▶ [Work instructions] Go to the line containing "groups: dict[object, list[int]]" in the records below and print it and every following line exactly, on through the line containing "def _split_count(state: LineState, kind: Sequence[int])", then stop.

▶ [Listed records]
• • • •

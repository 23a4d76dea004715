"""Baselines: largest-first greedy and Karmarkar–Karp differencing, on numbers and on panels.

Karmarkar & Karp, "The differencing method of set partitioning", UCB/CSD 82/113 (1982); the
k-way form combines the two partial partitions with the largest spread, pairing the heaviest
subset of one with the lightest of the other. Graham (1969) bounds greedy at 4/3 − 1/(3m).
On panels they pick lines only (no space numbers); the exact model seeds from the better one.

Searches improve such a choice: single and paired changes, then (``split_search_lines``) meet in
the middle over many units at once (Horowitz & Sahni, JACM 21(2), 1974, from memory), which
finds near-perfect splits of odd loads and, when the loads take few distinct sizes, tries every
line assignment of the relaxation. ``fewest_changes_lines`` meets sets of changes from the
schedule as it stands in the same way, for the fewest moves within a spread cap and a proof.
"""

from __future__ import annotations

import functools
import itertools
import math
import random
import time
from collections.abc import Sequence
from dataclasses import dataclass

import numpy as np

from balancer.optimize.model import Layout
from balancer.optimize.search.baselines import greedy_lines
from balancer.optimize.search.lines import LineState, pattern_spread_va

# Work budgets, so that a panel gets the same answer on every run and every machine; the time
# budgets the callers pass are only a safety net for a slow machine.
LOCAL_STEPS = 25  # improving steps (or shakes) of the local search
UNDO_STEPS = 150  # handfuls re-decided while undoing needless changes
PATIENCE = 5  # shakes per unit without a better answer before the search gives up
UNDO_TRIES = 400  # fruitless handfuls before undoing changes stops (each finds one ~1 in 50)


def local_search_lines(
    layout: Layout,
    picks: Sequence[int],
    goal_spread_va: float,
    budget_s: float,
    restarts: bool = True,
    max_steps: int = LOCAL_STEPS,
) -> list[int]:
    """Improve a line-pattern choice by single and paired changes until ``goal_spread_va``.

    Each step takes the best single change, else the best pair, so from the present arrangement
    the answer stays close to it (few breakers moved). With ``restarts`` a local optimum is
    shaken by a few random changes (seeded, so runs repeat) and the search goes on.
    """
    state = LineState(layout, picks)
    best = (state.score(state.load), list(state.picks))
    rng = random.Random(0)
    stop = time.perf_counter() + budget_s
    stale = 0  # shakes since the best last improved
    for _ in range(max_steps):
        if best[0][0] <= goal_spread_va or time.perf_counter() >= stop:
            break
        change = state.best_change()
        if change is not None:
            state.apply(change)
            if state.score(state.load) < best[0]:
                best = (state.score(state.load), list(state.picks))
                stale = 0
            continue
        stale += 1
        if not restarts or stale > PATIENCE * len(state.picks):
            break
        # Re-decide a random handful of units exactly, all their combinations at once.
        if state.reopt(rng.sample(range(len(state.picks)), len(state.picks))):
            stale = 0
        if state.score(state.load) < best[0]:
            best = (state.score(state.load), list(state.picks))
    return best[1]


def present_lines(layout: Layout) -> list[int] | None:
    """Line pattern per unit as the schedule stands; unplaced units go where greedy puts them."""
    panel = layout.panel
    picks: list[int] = []
    missing = False
    for unit in layout.units:
        current = tuple(tuple(sorted(panel.lines_of(panel.circuits[i]))) for i in unit.members)
        found = [k for k, o in enumerate(unit.patterns()) if o.pattern == current]
        picks.append(found[0] if found else 0)
        missing = missing or not found
    if missing:
        greedy = greedy_lines(layout)
        if greedy is None:
            return None
        for u, unit in enumerate(layout.units):
            current = tuple(tuple(sorted(panel.lines_of(panel.circuits[i]))) for i in unit.members)
            if current not in {o.pattern for o in unit.patterns()}:
                picks[u] = greedy[u]
    state = LineState(layout, picks)
    return picks if min(state.room) >= 0 else None


def fewer_changes_lines(
    layout: Layout,
    picks: Sequence[int],
    home: Sequence[int],
    goal_va: float,
    budget_s: float,
    max_steps: int = UNDO_STEPS,
) -> list[int]:
    """Undo changes from ``home`` (the schedule as it stands) while the spread stays in goal.

    Random handfuls of changed units, with one unchanged unit, are re-decided jointly for the
    fewest changes; the spread never leaves ``goal_va``. Seeded, so runs repeat.
    """
    state = LineState(layout, picks)
    rng = random.Random(1)
    stop = time.perf_counter() + budget_s
    stale = 0
    for _ in range(max_steps):
        if time.perf_counter() >= stop or stale >= UNDO_TRIES:
            break
        changed = [u for u, k in enumerate(state.picks) if k != home[u]]
        if not changed:
            break
        kept = [u for u, k in enumerate(state.picks) if k == home[u]]
        units = rng.sample(changed, min(len(changed), 9))
        units += rng.sample(kept, min(len(kept), 1))
        stale = 0 if state.fewer_changes(units, home, goal_va) else stale + 1
    return state.picks


# Meet in the middle: re-decide many units at once by enumerating two halves of them and
# pairing a choice from one half with the best-fitting choice from the other. Units that add
# the same VA and use the same lines in every pattern (equal loads) are enumerated by how many
# take each pattern, so a panel of a few repeated load sizes is searched exhaustively.
HALF_COMBINATIONS = 20_000  # joint choices per half in one step on a handful of units
EXACT_HALF_COMBINATIONS = 250_000  # per half, when the whole panel is enumerated at once
PAIR_LIMIT = 300_000  # candidate pairs one step on a handful evaluates at most
EXACT_PAIR_LIMIT = 3_000_000  # ... and the widest window of the whole enumeration
PAIR_CHUNK = 400_000  # candidate pairs evaluated at once (memory)
SPLIT_ROUNDS = 60  # steps on random handfuls (seeded) before the search gives up
STALE_BEFORE_WHOLE = 2  # fruitless steps before a panel that can be enumerated whole is
STALE_LIMIT = 4  # fruitless steps before the search gives up (a step seldom fails near balance)
SPLIT_SEED = 2


@dataclass(frozen=True, slots=True)
class SplitResult:
    """What :func:`split_search_lines` found.

    ``exhaustive`` is True only when every line assignment was considered (directly or by
    dominance in the pairing), so ``spread_va`` is the least spread of the line-level
    relaxation: a lower bound for every arrangement in spaces.
    """

    picks: list[int]
    spread_va: float
    exhaustive: bool


@dataclass(frozen=True, slots=True)
class _Half:
    """Every joint choice of some units, counted per group of interchangeable units."""

    kinds: list[list[int]]
    sizes: list[int]
    load: np.ndarray  # (choices, lines) VA
    use: np.ndarray  # (choices, lines) spaces


def _kinds(state: LineState, units: Sequence[int]) -> list[list[int]]:
    """Units grouped when their patterns add the same VA and use the same lines (in order)."""
    groups: dict[object, list[int]] = {}
    for u in units:
        groups.setdefault((tuple(state.share[u]), tuple(state.use[u])), []).append(u)
    return list(groups.values())


def _split_count(state: LineState, kind: Sequence[int]) -> int:
    patterns = len(state.patterns[kind[0]])
    return math.comb(len(kind) + patterns - 1, len(kind))


def _kind_splits(state: LineState, kind: Sequence[int]) -> tuple[np.ndarray, np.ndarray]:
    """Pattern per unit (rows: every way to share the kind out) and the counts per pattern."""
    patterns = len(state.patterns[kind[0]])
    assign = np.array(
        list(itertools.combinations_with_replacement(range(patterns), len(kind))), dtype=np.int64
    ).reshape(-1, len(kind))
    counts = (assign[:, :, None] == np.arange(patterns)[None, None, :]).sum(axis=1)
    return assign, counts


def _half(state: LineState, kinds: list[list[int]]) -> _Half:
    n = len(state.load)
    load = np.zeros((1, n))
    use = np.zeros((1, n))
    sizes = []
    for kind in kinds:
        _, counts = _kind_splits(state, kind)
        sizes.append(len(counts))
        kind_load = counts @ np.asarray(state.share[kind[0]], dtype=float)
        kind_use = counts @ np.asarray(state.use[kind[0]], dtype=float)
        load = (load[:, None, :] + kind_load[None, :, :]).reshape(-1, n)
        use = (use[:, None, :] + kind_use[None, :, :]).reshape(-1, n)
    return _Half(kinds, sizes, load, use)


def _decode(state: LineState, half: _Half, row: int) -> list[tuple[int, int]]:
    """(unit, pattern) changes for one row of a half."""
    if not half.kinds:
        return []
    changes = []
    index = np.unravel_index(row, half.sizes)
    for kind, split in zip(half.kinds, index, strict=True):
        assign, _ = _kind_splits(state, kind)
        changes += [(u, int(k)) for u, k in zip(kind, assign[int(split)], strict=True)]
    return changes


def _pair_windows(
    base: np.ndarray, first: _Half, second: _Half, radius: float
) -> tuple[np.ndarray, np.ndarray, np.ndarray]:
    """For each choice of ``first``, the run of ``second`` (sorted on the first two lines'
    difference) that can keep those two lines within ``radius`` of each other: every pair of
    spread at most ``radius`` lies in these runs, since no two lines differ by more."""
    gap_first = first.load[:, 0] - first.load[:, 1] + (base[0] - base[1])
    gap_second = second.load[:, 0] - second.load[:, 1]
    order = np.argsort(gap_second, kind="stable")
    ordered = gap_second[order]
    # a little wider than asked, so rounding never leaves a pair out; the spread decides
    radius += 1e-9 * (1.0 + float(np.abs(base).max()) + abs(radius))
    low = np.searchsorted(ordered, -gap_first - radius, side="left")
    high = np.searchsorted(ordered, -gap_first + radius, side="right")
    return order, low, high


class _TooManyPairs(Exception):
    """The window holds more candidate pairs than one step may look at."""


def _best_pair(
    base: np.ndarray,
    room: np.ndarray,
    first: _Half,
    second: _Half,
    radius: float,
    pair_limit: int,
) -> tuple[int, int, float, float] | None:
    """The pair (row of ``first``, row of ``second``, spread, squared deviation) of least
    (spread, squared deviation) with spread at most ``radius`` that fits the room; None when
    there is none. Raises _TooManyPairs beyond ``pair_limit`` candidates."""
    order, low, high = _pair_windows(base, first, second, radius)
    counts = high - low
    total = int(counts.sum())
    if total > pair_limit:
        raise _TooManyPairs
    best: tuple[float, float, int, int] | None = None
    ends = np.cumsum(counts)
    start_row = 0
    while start_row < len(counts):
        # rows of ``first`` whose candidates fit one chunk (at least one row)
        reach = ends[start_row - 1] if start_row else 0
        stop_row = int(np.searchsorted(ends, reach + PAIR_CHUNK, side="right"))
        stop_row = max(stop_row, start_row + 1)
        rows = np.arange(start_row, stop_row)
        per = counts[rows]
        if per.sum():
            ia = np.repeat(rows, per)
            offsets = np.arange(int(per.sum())) - np.repeat(np.cumsum(per) - per, per)
            ib = order[np.repeat(low[rows], per) + offsets]
            # the room first: on a full panel it rules out most pairs before any arithmetic
            fits = ((first.use[ia] + second.use[ib]) <= room).all(axis=1)
            ia, ib = ia[fits], ib[fits]
            load = base + first.load[ia] + second.load[ib]
            columns = [load[:, j] for j in range(load.shape[1])]
            spread = functools.reduce(np.maximum, columns) - functools.reduce(np.minimum, columns)
            near = spread <= radius
            if near.any():
                ia, ib, load, spread = ia[near], ib[near], load[near], spread[near]
                deviation = ((load - load.mean(axis=1, keepdims=True)) ** 2).sum(axis=1)
                k = int(np.lexsort((deviation, spread))[0])
                found = (float(spread[k]), float(deviation[k]), int(ia[k]), int(ib[k]))
                if best is None or found[:2] < best[:2]:
                    best = found
        start_row = stop_row
    if best is None:
        return None
    return best[2], best[3], best[0], best[1]


def _two_halves(state: LineState, kinds: list[list[int]]) -> tuple[list[list[int]], ...]:
    """Kinds shared out so the two products of split counts are about equal (largest first)."""
    halves: tuple[list[list[int]], list[list[int]]] = ([], [])
    products = [1, 1]
    for kind in sorted(kinds, key=lambda k: -_split_count(state, k)):
        side = 0 if products[0] <= products[1] else 1
        halves[side].append(kind)
        products[side] *= _split_count(state, kind)
    return halves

• • • •

▶ [Exercise answer]
    groups: dict[object, list[int]] = {}
    for u in units:
        groups.setdefault((tuple(state.share[u]), tuple(state.use[u])), []).append(u)
    return list(groups.values())


def _split_count(state: LineState, kind: Sequence[int]) -> int:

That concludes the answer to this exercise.